Re: [PATCH] writeback: sum memcg dirty counters as needed

From: Greg Thelen
Date: Wed Mar 27 2019 - 18:30:01 EST


On Fri, Mar 22, 2019 at 11:15 AM Roman Gushchin <guro@xxxxxx> wrote:
>
> On Thu, Mar 07, 2019 at 08:56:32AM -0800, Greg Thelen wrote:
> > Since commit a983b5ebee57 ("mm: memcontrol: fix excessive complexity in
> > memory.stat reporting") memcg dirty and writeback counters are managed
> > as:
> > 1) per-memcg per-cpu values in range of [-32..32]
> > 2) per-memcg atomic counter
> > When a per-cpu counter cannot fit in [-32..32] it's flushed to the
> > atomic. Stat readers only check the atomic.
> > Thus readers such as balance_dirty_pages() may see a nontrivial error
> > margin: 32 pages per cpu.
> > Assuming 100 cpus:
> > 4k x86 page_size: 13 MiB error per memcg
> > 64k ppc page_size: 200 MiB error per memcg
> > Considering that dirty+writeback are used together for some decisions
> > the errors double.
> >
> > This inaccuracy can lead to undeserved oom kills. One nasty case is
> > when all per-cpu counters hold positive values offsetting an atomic
> > negative value (i.e. per_cpu[*]=32, atomic=n_cpu*-32).
> > balance_dirty_pages() only consults the atomic and does not consider
> > throttling the next n_cpu*32 dirty pages. If the file_lru is in the
> > 13..200 MiB range then there's absolutely no dirty throttling, which
> > burdens vmscan with only dirty+writeback pages thus resorting to oom
> > kill.
> >
> > It could be argued that tiny containers are not supported, but it's more
> > subtle. It's the amount the space available for file lru that matters.
> > If a container has memory.max-200MiB of non reclaimable memory, then it
> > will also suffer such oom kills on a 100 cpu machine.
> >
> > The following test reliably ooms without this patch. This patch avoids
> > oom kills.
> >
> > ...
> >
> > Make balance_dirty_pages() and wb_over_bg_thresh() work harder to
> > collect exact per memcg counters when a memcg is close to the
> > throttling/writeback threshold. This avoids the aforementioned oom
> > kills.
> >
> > This does not affect the overhead of memory.stat, which still reads the
> > single atomic counter.
> >
> > Why not use percpu_counter? memcg already handles cpus going offline,
> > so no need for that overhead from percpu_counter.
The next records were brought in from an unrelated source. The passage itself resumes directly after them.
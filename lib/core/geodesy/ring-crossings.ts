import { requireWithin } from "../failures/require.ts";
import type { Position } from "../units/position.ts";
import { bracketedRoot } from "./bracketed-root.ts";
import { HALF_GIRTH_METRES } from "./earth.ts";
import { geodesicDirect, geodesicInverse, type Geodesic } from "./geodesic.ts";
import type { Ring } from "./ring.ts";
import { sphericalTriangleAngle } from "./spherical-crossings.ts";

export type RingCrossings =
  | { readonly kind: "cross"; readonly points: readonly [Position, Position] }
  | { readonly kind: "touch"; readonly points: readonly [Position] }
  | { readonly kind: "apart"; readonly gapMetres: number }
  | { readonly kind: "same-circle" };

const TOUCH_METRES = 1;
const SETTLED_METRES = 1e-3;
/** How far from half the girth the flattening lets antipodes and the circles about them differ, and some more. */
const ANTIPODAL_METRES = 70_000;

/** A point of the first ring, by its heading from the first centre, and its distance from the second centre. */
interface OnFirst {
  readonly headsTowardDegrees: number;
  readonly distanceMetres: number;
}

/**
 * Where two geodesic circles of the ellipsoid cross: both points on both rings to a millimetre.
 *
 * Going round the first ring, the distance from the second centre rises from its least, straight toward that centre,
 * to its greatest on the other side, and falls again; the crossings are where it equals the second radius. The
 * spherical triangle gives a first guess of the heading. Of two points the first lies right of the way from the first
 * centre to the second. Rings that miss each other by less than 1 m touch. Rings about (nearly) antipodal centres
 * that differ nowhere by more than the flattening makes of one circle (70 km) are the same circle: their crossings
 * would say nothing.
 *
 * @throws RangeError at `first.radiusMetres` or `second.radiusMetres` beyond half the girth.
 */
export function ringCrossings({ first, second }: { first: Ring; second: Ring }): RingCrossings {
  requireWithin(first.radiusMetres, 0, HALF_GIRTH_METRES, "first.radiusMetres", "A ring's radius", "metres");
  requireWithin(second.radiusMetres, 0, HALF_GIRTH_METRES, "second.radiusMetres", "A ring's radius", "metres");
  const between = geodesicInverse({ from: first.centre, to: second.centre });
  const missBy = (headsTowardDegrees: number) =>
    distanceFromSecond(first, second, headsTowardDegrees) - second.radiusMetres;
  const nearest = onFirst(first, second, between.departsTowardDegrees);
  const farthest = farthestOnFirst(first, second, between);
  const slack = between.distanceMetres > HALF_GIRTH_METRES - ANTIPODAL_METRES ? ANTIPODAL_METRES : TOUCH_METRES;
  const below = nearest.distanceMetres - second.radiusMetres;
  const above = farthest.distanceMetres - second.radiusMetres;

  const round = first.radiusMetres > TOUCH_METRES; // a ring without a radius is a point, and meets no ring twice
  if (round && Math.abs(below) <= slack && Math.abs(above) <= slack) return { kind: "same-circle" };
  if (below > TOUCH_METRES) return { kind: "apart", gapMetres: below };
  if (above < -TOUCH_METRES) return { kind: "apart", gapMetres: -above };
  if (below > -TOUCH_METRES) return { kind: "touch", points: [pointOn(first, nearest.headsTowardDegrees)] };
  if (above < TOUCH_METRES) return { kind: "touch", points: [pointOn(first, farthest.headsTowardDegrees)] };

  const start = nearest.headsTowardDegrees;
  const guess = guessedAngle(first, second, between);
  const end = start + ((farthest.headsTowardDegrees - start + 720) % 360);
  const right = crossingBetween({ missBy, start, end, guess: start + guess, below, above });
  const left = crossingBetween({ missBy, start: start + 360, end, guess: start + 360 - guess, below, above });
  return { kind: "cross", points: [pointOn(first, right), pointOn(first, left)] };
}

/** The heading between the nearest and the farthest point at which the first ring meets the second. */
function crossingBetween(part: {
  missBy: (headsTowardDegrees: number) => number;
  start: number;
  end: number;
  guess: number;
  below: number;
  above: number;
}): number {
  const { missBy, start, end, guess, below, above } = part;
  const search = { evaluate: missBy, settledWithin: SETTLED_METRES };
  const inside = (guess - start) * (guess - end) < 0;
  if (!inside) return bracketedRoot({ ...search, low: start, lowValue: below, high: end, highValue: above });
  const value = missBy(guess);
  if (Math.abs(value) <= SETTLED_METRES) return guess;
  return value < 0
    ? bracketedRoot({ ...search, low: end, lowValue: above, high: guess, highValue: value })
    : bracketedRoot({ ...search, low: start, lowValue: below, high: guess, highValue: value });
}

/**
 * The point of the first ring that is farthest from the second centre. It lies straight away from that centre while
 * the way there, over the first centre, is a shortest way; past the antipodes it is looked for.
 */
function farthestOnFirst(first: Ring, second: Ring, between: Geodesic): OnFirst {
  const away = onFirst(first, second, between.departsTowardDegrees + 180);
  const antipodal = between.distanceMetres > HALF_GIRTH_METRES - ANTIPODAL_METRES;
  const shortest = between.distanceMetres + first.radiusMetres < HALF_GIRTH_METRES - ANTIPODAL_METRES;
  const clear = away.distanceMetres > second.radiusMetres + ANTIPODAL_METRES && !antipodal;
  if (shortest || clear) return away;

  let best = away;
  for (let widthDegrees = 180; widthDegrees > 1e-4; widthDegrees /= 3) {
    const middle = best.headsTowardDegrees;
    for (let step = -4; step <= 4; step += 1) {
      const candidate = onFirst(first, second, middle + (step * widthDegrees) / 4);
      if (candidate.distanceMetres > best.distanceMetres) best = candidate;
    }
  }
  return best;
}

function guessedAngle(first: Ring, second: Ring, between: Geodesic): number {
  const degreesOf = (metres: number) => (180 * metres) / HALF_GIRTH_METRES;
  return sphericalTriangleAngle({
    adjacentDegrees: degreesOf(between.distanceMetres),
    otherAdjacentDegrees: degreesOf(first.radiusMetres),
    oppositeDegrees: degreesOf(second.radiusMetres),
  });
}

function onFirst(first: Ring, second: Ring, headsTowardDegrees: number): OnFirst {
  return { headsTowardDegrees, distanceMetres: distanceFromSecond(first, second, headsTowardDegrees) };
}

function distanceFromSecond(first: Ring, second: Ring, headsTowardDegrees: number): number {
  return geodesicInverse({ from: second.centre, to: pointOn(first, headsTowardDegrees) }).distanceMetres;
}

function pointOn({ centre, radiusMetres }: Ring, headsTowardDegrees: number): Position {
  return geodesicDirect({ from: centre, headsTowardDegrees, distanceMetres: radiusMetres }).position;
}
And the
> > percpu_counter spinlocks are more heavyweight than is required.
> >
> > It probably also makes sense to include exact dirty and writeback
> > counters in memcg oom reports. But that is saved for later.
> >
> > Signed-off-by: Greg Thelen <gthelen@xxxxxxxxxx>
> > ---
> > include/linux/memcontrol.h | 33 +++++++++++++++++++++++++--------
> > mm/memcontrol.c | 26 ++++++++++++++++++++------
> > mm/page-writeback.c | 27 +++++++++++++++++++++------
> > 3 files changed, 66 insertions(+), 20 deletions(-)
> >
> > diff --git a/include/linux/memcontrol.h b/include/linux/memcontrol.h
> > index 83ae11cbd12c..6a133c90138c 100644
> > --- a/include/linux/memcontrol.h
> > +++ b/include/linux/memcontrol.h
> > @@ -573,6 +573,22 @@ static inline unsigned long memcg_page_state(struct mem_cgroup *memcg,
> > return x;
> > }
>
> Hi Greg!
>
> Thank you for the patch, definitely a good problem to be fixed!
>
> >
> > +/* idx can be of type enum memcg_stat_item or node_stat_item */
> > +static inline unsigned long
> > +memcg_exact_page_state(struct mem_cgroup *memcg, int idx)
> > +{
> > + long x = atomic_long_read(&memcg->stat[idx]);
> > +#ifdef CONFIG_SMP
>
> I doubt that this #ifdef is correct without corresponding changes
> in __mod_memcg_state(). As now, we do use per-cpu buffer which spills
> to an atomic value event if !CONFIG_SMP. It's probably something
> that we want to change, but as now, #ifdef CONFIG_SMP should protect
> only "if (x < 0)" part.

Ack. I'll fix it.

> > + int cpu;
> > +
> > + for_each_online_cpu(cpu)
> > + x += per_cpu_ptr(memcg->stat_cpu, cpu)->count[idx];
> > + if (x < 0)
> > + x = 0;
> > +#endif
> > + return x;
> > +}
>
> Also, isn't it worth it to generalize memcg_page_state() instead?
> By adding an bool exact argument? I believe dirty balance is not
> the only place, where we need a better accuracy.

Nod. I'll provide a more general version of memcg_page_state(). I'm
testing updated (forthcoming v2) patch set now with feedback from
Andrew and Roman.